(Saved data entries)
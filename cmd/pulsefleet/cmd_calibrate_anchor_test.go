package main

import (
	"os"
	"path/filepath"
	"strings"
	"testing"

	"github.com/pulsefleet/pulsefleet/internal/calibration"
)

// calibrate pairs --anchor writes pairs of R/R0 that say so; calibrate fits
// a curve on them that says so; estimate, a raw-ratio consumer, refuses
// that curve naming the field; and an anchored pairs file is not taken for
// raw pairs.
func TestCalibrateAnchoredCurve(t *testing.T) {
	dir := t.TempDir()
	pairs, curve := filepath.Join(dir, "pairs.csv"), filepath.Join(dir, "curve.yaml")
	var args []string
	for _, s := range []string{"subject-2", "subject-4"} {
		sub := filepath.Join(filepath.Dir(cameraSubject2), s)
		args = append(args, "--raw", filepath.Join(sub, "ppg_left.csv"), "--reference", filepath.Join(sub, "reference.csv"), "--subject", s)
	}
	code, _, stderr := runCmd(append([]string{"calibrate", "pairs", "--rate", "30", "--red-col", "b", "--ir-col", "g", "--lag", "10",
		"--anchor", "60", "--out", pairs}, args...)...)
	if code != 0 {
		t.Fatalf("calibrate pairs --anchor: exit %d: %s", code, stderr)
	}
	b, _ := os.ReadFile(pairs)
	if !strings.HasPrefix(string(b), "# anchor: anchor_s=60 anchor_min_sqi=0.5 anchor_min_seconds=10\n") || !strings.Contains(string(b), "\nanchored_ratio,reference_pct,subject") {
		t.Fatalf("anchored pairs file:\n%.400s", b)
	}
	code, stdout, stderr := runCmd("calibrate", "--pairs", pairs, "--model", "linear", "--name", "cam-a", "--out", curve)
	if code != 0 || !strings.Contains(stdout, "input: anchored ratio R/R0") {
		t.Fatalf("calibrate on anchored pairs: exit %d: %s\n%s", code, stderr, stdout)
	}
	c, err := calibration.Load(curve)
	if err != nil {
		t.Fatal(err)
	}
	if !c.Anchored() || c.AnchorS != 60 || c.AnchorMinSQI != 0.5 || c.AnchorMinSec != 10 {
		t.Fatalf("curve: input %q anchor_s %d min_sqi %v min_seconds %d, want anchored_ratio 60 0.5 10", c.Input, c.AnchorS, c.AnchorMinSQI, c.AnchorMinSec)
	}
	// A raw-ratio consumer refuses it, naming the field.
	code, _, stderr = runCmd("estimate", "--in", cameraSubject2+"/ppg_left.csv", "--rate", "30", "--red-col", "b", "--ir-col", "g", "--calibration", curve)
	if code == 0 || !strings.Contains(stderr, "input: anchored_ratio") {
		t.Fatalf("estimate with an anchored curve: exit %d, stderr %q; want a refusal naming input: anchored_ratio", code, stderr)
	}
	// Anchored pairs without their anchor line are refused, not fitted as R.
	bad := filepath.Join(dir, "bad.csv")
	if err := os.WriteFile(bad, []byte(strings.SplitN(string(b), "\n", 2)[1]), 0o644); err != nil {
		t.Fatal(err)
	}
	if code, _, stderr := runCmd("calibrate", "--pairs", bad, "--model", "linear"); code == 0 || !strings.Contains(stderr, "anchored_ratio") {
		t.Fatalf("anchored pairs without the anchor line: exit %d: %s", code, stderr)
	}
	if code, _, stderr := runCmd("calibrate", "pairs", "--rate", "30", "--anchor", "60", "--min-sqi", "0.2", "--raw", "x", "--reference", "y"); code != 2 || !strings.Contains(stderr, "anchor_min_sqi") {
		t.Fatalf("--anchor with --min-sqi 0.2: exit %d: %s", code, stderr)
	}
}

Your assignment: Filter the preceding entries down to the lines with "want".

Task solution:
		t.Fatalf("curve: input %q anchor_s %d min_sqi %v min_seconds %d, want anchored_ratio 60 0.5 10", c.Input, c.AnchorS, c.AnchorMinSQI, c.AnchorMinSec)
		t.Fatalf("estimate with an anchored curve: exit %d, stderr %q; want a refusal naming input: anchored_ratio", code, stderr)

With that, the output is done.